'use client';

import type { Editor } from '@tiptap/core';
import type { Node as ProseMirrorNode } from '@tiptap/pm/model';
import Link from 'next/link';
import { useEffect, useState, type ReactNode } from 'react';
import type { TraceNodeAttributes } from '@/lib/document/attributes';
import type { BlockStamps, EntryDto } from '@/lib/schemas/entry';
import { useResult, useSheet, useTrace, type Focus } from '@/components/editor/sheet-context/context';
import { request } from '@/components/hooks/request';
import { BlockProvenance } from './block-provenance';
import { TraceProvenance } from './trace-provenance';
import { ValueProvenance } from './value-provenance';

type Props = {
  entry: EntryDto;
  editor: Editor | null;
  stamps: BlockStamps;
  written: Record<string, string>;
  names: Record<string, string>;
  /** Given to the author of a draft. */
  onSign?: () => void;
  children?: ReactNode;
};

/** The column at the right that follows the cursor: a value, a trace, or the block it stands in. */
export function ProvenanceColumn({ entry, editor, stamps, written, names, onSign, children }: Props) {
  const { focus } = useSheet();
  return (
    <aside className="provenance" aria-label="Provenance">
      {focus?.kind === 'value' ? <OfValue editor={editor} focus={focus} /> : null}
      {focus?.kind === 'trace' ? <OfTrace editor={editor} focus={focus} /> : null}
      {focus?.blockId ? (
        <BlockProvenance stamp={stamps[focus.blockId]} written={written[focus.blockId]} names={names} />
      ) : null}
      {!focus ? (
        <p className="provenance-hint text-quiet">Choose a value, a trace or a paragraph to see where it comes from.</p>
      ) : null}
      <ToCountersign entry={entry} onSign={onSign} />
      {children}
    </aside>
  );
}

export function nodeById(editor: Editor | null, id: string): ProseMirrorNode | null {
  let found: ProseMirrorNode | null = null;
  editor?.state.doc.descendants((node) => {
    if (node.attrs.id === id) found = node;
    return found === null && !node.isAtom;
  });
  return found;
}

function OfValue({ editor, focus }: { editor: Editor | null; focus: Focus }) {
  const { store, setFocus } = useSheet();
  const result = useResult(focus.id);
  const node = nodeById(editor, focus.id);
  const source = String(node?.attrs.source ?? focus.quote);
  if (!result)
    return <p className="text-quiet">{source === '' ? 'An empty value.' : 'This value has no result yet.'}</p>;
  const jump = (symbol: string) => {
    const stem = symbol.split('.')[0];
    const definition = store.results().find((other) => other.symbol === symbol);
    let traceId: string | null = null;
    editor?.state.doc.forEach((block) => {
      if (block.type.name === 'trace' && block.attrs.handle === stem) traceId = String(block.attrs.id);
    });
    const id = definition?.id ?? traceId;
    if (!id) return;
    setFocus({ kind: definition ? 'value' : 'trace', id, blockId: definition ? null : traceId, quote: symbol });
    editor?.view.dom.querySelector(`[data-id="${CSS.escape(id)}"]`)?.scrollIntoView({ block: 'nearest' });
  };
  return <ValueProvenance result={result} source={source} onJump={jump} />;
}

function OfTrace({ editor, focus }: { editor: Editor | null; focus: Focus }) {
  const node = nodeById(editor, focus.id);
  const file = useTrace(String(node?.attrs.traceId ?? ''));
  if (!node) return null;
  return <TraceProvenance node={node.attrs as TraceNodeAttributes} file={file} />;
}

type Obstacle = Pick<EntryDto, 'seen' | 'countersignObstacle'>;
const askAgainMs = 1500;
/** After that a reload asks; a page left open does not ask for ever. */
const longestAsked = 40;

/** What still stands before a countersignature. The traces are served while the page is read, so it is asked for again until all are. */
function useObstacle(entry: EntryDto): Obstacle {
  const [now, setNow] = useState<Obstacle>(entry);
  useEffect(() => setNow(entry), [entry]);
  const unseen = entry.state === 'signed' && now.seen.traces < now.seen.of;
  useEffect(() => {
    if (!unseen) return;
    let asked = 0;
    const timer = setInterval(() => {
      if (document.visibilityState === 'hidden' || asked >= longestAsked) return;
      asked += 1;
      request<Obstacle>('GET', `/api/entries/${encodeURIComponent(entry.id)}`).then(
        setNow,
        () => undefined, // What stands there stays true as of then; the server decides when it is signed.
      );
    }, askAgainMs);
    return () => clearInterval(timer);
  }, [unseen, entry.id]);
  return now;
}

function ToCountersign({ entry, onSign }: { entry: EntryDto; onSign?: () => void }) {
  const { seen, countersignObstacle } = useObstacle(entry);
  const waits = entry.state === 'signed' && (entry.may.countersign || countersignObstacle !== null);
  if (!waits && !entry.may.sign) return null;
  return (
    <section>
      <h2>{waits ? 'To countersign' : 'To sign'}</h2>
      {waits ? (
        <p>
          {seen.traces} of {seen.of} {seen.of === 1 ? 'trace' : 'traces'} seen.
        </p>
      ) : null}
      {waits && countersignObstacle ? <p>{countersignObstacle}</p> : null}
      {!waits && entry.late ? (
        <p>
          The work was {entry.late.days} days ago; the laboratory’s limit is {entry.late.limit}. Signing asks for the
          reason.
        </p>
      ) : null}
      {waits && !countersignObstacle ? (
        <Link className="press press-main" href={`/entries/${entry.id}/countersign`}>
          Countersign
        </Link>
      ) : null}
      {!waits && onSign ? (
        <button type="button" className="press press-main" onClick={onSign}>
          Sign
        </button>
      ) : null}
    </section>
  );
}
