'use client';

import type { BudgetLine, ValueResult } from '@/lib/expression/contract';
import { TypesetHere } from '@/components/editor/equation/typeset-here';
import { SymbolMath } from '@/components/editor/value/symbol-math';

/** Two significant digits, as an uncertainty is given (GUM 7.2.6), without an exponent that programs write. */
export function twoDigits(number: number): string {
  if (number === 0) return '0';
  const [digits = '', power] = number.toExponential(1).split('e');
  const exponent = Number(power);
  if (exponent >= -5 && exponent <= 4) return number.toFixed(Math.max(0, 1 - exponent));
  const raised = String(exponent).replace(
    /[-0-9]/g,
    (sign) => '⁻⁰¹²³⁴⁵⁶⁷⁸⁹'[sign === '-' ? 0 : Number(sign) + 1] ?? sign,
  );
  return `${digits} × 10${raised}`;
}

/** Where a value comes from: expression, uncertainty, budget with bars, sources, warnings. */
export function ValueProvenance({
  result,
  source,
  onJump,
}: {
  result: ValueResult;
  source: string;
  onJump: (symbol: string) => void;
}) {
  const unit = result.unit && result.unit !== '1' ? `\u2009${result.unit}` : '';
  const notes = [...new Set(result.budget.flatMap((line) => (line.note ? [`${line.input}: ${line.note}`] : [])))];
  return (
    <>
      <section>
        <h2>Where this value comes from</h2>
        <p className="provenance-value">
          {result.symbol ? <SymbolMath symbol={result.symbol} equals /> : null}
          <span className="figures">{result.text ?? (result.state === 'pending' ? 'calculating' : '')}</span>
        </p>
        <p className="figures provenance-source">{source}</p>
        {result.expressionTex ? <TypesetHere tex={result.expressionTex} display={false} /> : null}
        {result.error ? <p className="text-error">{result.error.message}</p> : null}
        {result.state === 'ok' && result.u !== null ? (
          <p>
            {result.u === 0 ? 'Exact.' : `standard uncertainty ${twoDigits(result.u)}${unit}`}
            {result.dof !== null && Number.isFinite(result.dof)
              ? ` with ${Math.floor(result.dof)} effective degrees of freedom`
              : ''}
            {result.expanded !== null && result.u !== 0
              ? `; ${(result.coverage * 100).toFixed(2)} % interval ± ${twoDigits(result.expanded)}${unit}`
              : ''}
          </p>
        ) : null}
        {result.warnings.map((warning) => (
          <p key={warning} className="text-attention">
            {warning}
          </p>
        ))}
      </section>
      {result.budget.length > 0 ? <Budget lines={result.budget} unit={unit} /> : null}
      {result.dependsOn.length > 0 || notes.length > 0 ? (
        <section>
          <h2>Source</h2>
          {result.dependsOn.length > 0 ? (
            <p>
              reads{' '}
              {result.dependsOn.map((symbol) => (
                <button key={symbol} type="button" className="jump figures" onClick={() => onJump(symbol)}>
                  {symbol}
                </button>
              ))}
            </p>
          ) : null}
          {notes.map((note) => (
            <p key={note}>{note}</p>
          ))}
        </section>
      ) : null}
    </>
  );
}

function Budget({ lines, unit }: { lines: BudgetLine[]; unit: string }) {
  const greatest = Math.max(...lines.map((line) => line.contribution), Number.MIN_VALUE);
  return (
    <section>
      <h2>Uncertainty budget</h2>
      <table className="table-plain budget">
        <thead>
          <tr>
            <th scope="col">input</th>
            <th scope="col">type</th>
            <th scope="col">
              contribution <i>u</i>
              <sub>i</sub>
              {unit ? ` /${unit}` : ''}
            </th>
          </tr>
        </thead>
        <tbody>
          {lines.map((line) => (
            <tr key={line.inputId}>
              <th
                scope="row"
                title={`${line.estimate}, u = ${line.u}, ${line.distribution}${line.dof === null ? '' : `, ${line.dof} degrees of freedom`}`}
              >
                {line.input}
              </th>
              <td>{line.type}</td>
              <td>
                <span className="figures">{line.contributionText}</span>
                <span className="bar" aria-hidden="true">
                  <span style={{ width: `${(100 * line.contribution) / greatest}%` }} />
                </span>
              </td>
            </tr>
          ))}
        </tbody>
      </table>
    </section>
  );
}
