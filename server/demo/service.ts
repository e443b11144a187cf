import 'server-only';
import { createHash, randomUUID } from 'node:crypto';
import { eq } from 'drizzle-orm';
import type { NodeJson } from '@/lib/document/json';
import type { TraceDto } from '@/lib/schemas/entry';
import type { Person } from '@/server/access/person';
import { authorise } from '@/server/access/scope';
import { atTime } from '@/server/clock/service';
import { getDb } from '@/server/db/client';
import { entryDraft } from '@/server/db/schema/entries';
import { saveDraft } from '@/server/entries/draft-service';
import { insertEntry, strikeOut } from '@/server/entries/service';
import { tracesOfEntry } from '@/server/entries/reading-service';
import { cutVersion } from '@/server/entries/version-service';
import { evaluateOnServer, partsOf } from '@/server/evaluation/service';
import { answerQuestion, ask } from '@/server/questions/service';
import { countersignVerified, issueChallenge, signVerified } from '@/server/signing/service';
import { noteServed } from '@/server/signing/witness-service';
import { receiveFile } from '@/server/traces/service';
import { demoEntries, type DemoEntry } from './entries';
import type { TraceFile } from './generator';
import { makePeople, makePlaces, type DemoPeople, type DemoPlaces } from './people';

/** Fills an empty installation with the invented notebook, through the same services as everybody else. */
export async function loadDemo(): Promise<void> {
  const db = await getDb();
  const people = await makePeople(db);
  const places = await makePlaces(db, people);
  // Oldest first, so that leaf numbers follow the days.
  const entries = [...demoEntries()].sort((a, b) => b.daysAgo - a.daysAgo);
  for (const entry of entries) await writeEntry(entry, people, places);
}

const at = (daysAgo: number, hour: number, minute: number): Date => {
  const time = new Date(Date.now() - daysAgo * 86_400_000);
  time.setUTCHours(hour, minute, 0, 0);
  return time.getTime() > Date.now() ? new Date(Date.now() - (24 - hour) * 60_000) : time;
};

async function writeEntry(entry: DemoEntry, people: DemoPeople, places: DemoPlaces): Promise<void> {
  const db = await getDb();
  const author = people[entry.author];
  const begun = at(entry.daysAgo, 8, 2);
  const notebookId = places.books[entry.book];
  const { id } = await db.transaction((tx) =>
    insertEntry(tx, {
      notebookId,
      authorId: author.id,
      title: entry.title,
      workDate: begun.toISOString().slice(0, 10),
      cooldownId: places.cooldowns[entry.cooldown],
      deviceIds: entry.devices.map((device) => places.devices[device]),
      doc: { type: 'doc', content: [{ type: 'paragraph', attrs: { id: 'first-block' } }] },
      requestKey: null,
      at: begun,
    }),
  );
  await atTime(at(entry.daysAgo, 8, 40), () => attach(entry.traces, id, notebookId, author));
  const traces = await tracesOfEntry(db, id);
  const blocks = entry.write({ author, begun, trace: (name) => traces.find((trace) => trace.fileName === name)! });
  await writeBlocks(id, author, entry, blocks, traces);
  if (entry.state === 'fresh') return;
  const seq = await atTime(at(entry.daysAgo, 15, 10), async () => cutVersion(id, author, await revisionOf(id), null));
  if (entry.state === 'draft') return;
  if (entry.state === 'struck out') {
    await atTime(at(entry.daysAgo, 16, 0), async () =>
      strikeOut(await authorise('entry.strike', author, id), entry.strikeReason ?? 'Begun twice.'),
    );
    return;
  }
  await atTime(at(entry.daysAgo - (entry.signedAfterDays ?? 0), 16, 5), async () => {
    const scope = await authorise('entry.sign', author, id);
    const { challengeId } = await issueChallenge(scope, 'sign', seq.digest);
    await signVerified(scope, {
      challengeId,
      versionDigest: seq.digest,
      zone: 'Europe/Oslo',
      lateReason: entry.lateReason ?? null,
      witnessIds: [people[entry.witness ?? 'priya'].id],
    });
  });
  await questionsAndWitness(entry, id, seq.digest, traces, people);
}

async function attach(files: TraceFile[], entryId: string, notebookId: string, author: Person): Promise<void> {
  for (const file of files) {
    const bytes = Buffer.from(file.text, 'utf8');
    await receiveFile({
      kind: 'trace',
      notebookId,
      entryId,
      personId: author.id,
      uploadId: randomUUID(),
      fileName: file.name,
      mediaType: 'text/csv',
      bytes: bytes.byteLength,
      sha256: createHash('sha256').update(bytes).digest('hex'),
      content: (async function* () {
        yield bytes;
      })(),
    });
  }
}

/** Writes the blocks one after another over the day, so that the gutter shows a day's times, with the results in place. */
async function writeBlocks(
  id: string,
  author: Person,
  entry: DemoEntry,
  blocks: NodeJson[],
  traces: TraceDto[],
): Promise<void> {
  const doc = { type: 'doc' as const, content: blocks };
  const { cells, traces: named } = partsOf(doc);
  const sheet = await evaluateOnServer(cells, named, new Map(traces.map((trace) => [trace.id, trace])));
  const fill = (node: NodeJson) => {
    if (node.type === 'value' && node.attrs) node.attrs.shown = sheet.results.get(String(node.attrs.id))?.text ?? null;
    node.content?.forEach(fill);
  };
  blocks.forEach(fill);
  const steps = Math.min(4, blocks.length);
  for (let step = 1; step <= steps; step += 1) {
    const until = Math.ceil((blocks.length * step) / steps);
    const written = at(entry.daysAgo, 8 + Math.floor((step * 5) / steps), (step * 17) % 60);
    await atTime(written, async () => {
      const iso = written.toISOString().replace(/\.\d+Z$/, '+00:00');
      await saveDraft(id, author, {
        basedOn: await revisionOf(id),
        title: entry.title,
        doc: { type: 'doc', content: blocks.slice(0, until) },
        written: Object.fromEntries(blocks.slice(0, until).map((block) => [String(block.attrs?.id), iso])),
        clockOffsetMs: 120,
        saveId: randomUUID(),
      });
    });
  }
}

async function revisionOf(id: string): Promise<number> {
  const [draft] = await (
    await getDb()
  )
    .select({ revision: entryDraft.revision })
    .from(entryDraft)
    .where(eq(entryDraft.entryId, id));
  return draft.revision;
}

async function questionsAndWitness(
  entry: DemoEntry,
  id: string,
  digest: string,
  traces: TraceDto[],
  people: DemoPeople,
): Promise<void> {
  const witness = people[entry.witness ?? 'priya'];
  const later = entry.daysAgo - (entry.signedAfterDays ?? 0) - 1;
  if (entry.question) {
    const { text, answer } = entry.question;
    const asked = await atTime(at(later, 10, 15), async () =>
      ask(await authorise('entry.ask', witness, id), { versionDigest: digest, blockId: null, quote: '', text }),
    );
    if (answer)
      await atTime(at(later, 13, 30), async () =>
        answerQuestion(await authorise('question.answer', people[entry.author], asked.id), answer),
      );
  }
  if (entry.state !== 'witnessed') return;
  await atTime(at(later, 14, 0), async () => {
    const scope = await authorise('entry.countersign', witness, id);
    for (const trace of traces) await noteServed(witness.id, scope.entry, trace.id);
    const { challengeId } = await issueChallenge(scope, 'countersign', digest);
    await countersignVerified(scope, {
      challengeId,
      versionDigest: digest,
      zone: 'Europe/Oslo',
      lateReason: null,
      witnessIds: [],
    });
  });
}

> _YOUR INSTRUCTIONS_: Look above for the line holding "useEffect, useState, type". Print it and every line after it, exactly, through the line holding "stands in. */".

> _ANSWER AREA_:
import { useEffect, useState, type ReactNode } from 'react';
import type { TraceNodeAttributes } from '@/lib/document/attributes';
import type { BlockStamps, EntryDto } from '@/lib/schemas/entry';
import { useResult, useSheet, useTrace, type Focus } from '@/components/editor/sheet-context/context';
import { request } from '@/components/hooks/request';
import { BlockProvenance } from './block-provenance';
import { TraceProvenance } from './trace-provenance';
import { ValueProvenance } from './value-provenance';

type Props = {
  entry: EntryDto;
  editor: Editor | null;
  stamps: BlockStamps;
  written: Record<string, string>;
  names: Record<string, string>;
  /** Given to the author of a draft. */
  onSign?: () => void;
  children?: ReactNode;
};

/** The column at the right that follows the cursor: a value, a trace, or the block it stands in. */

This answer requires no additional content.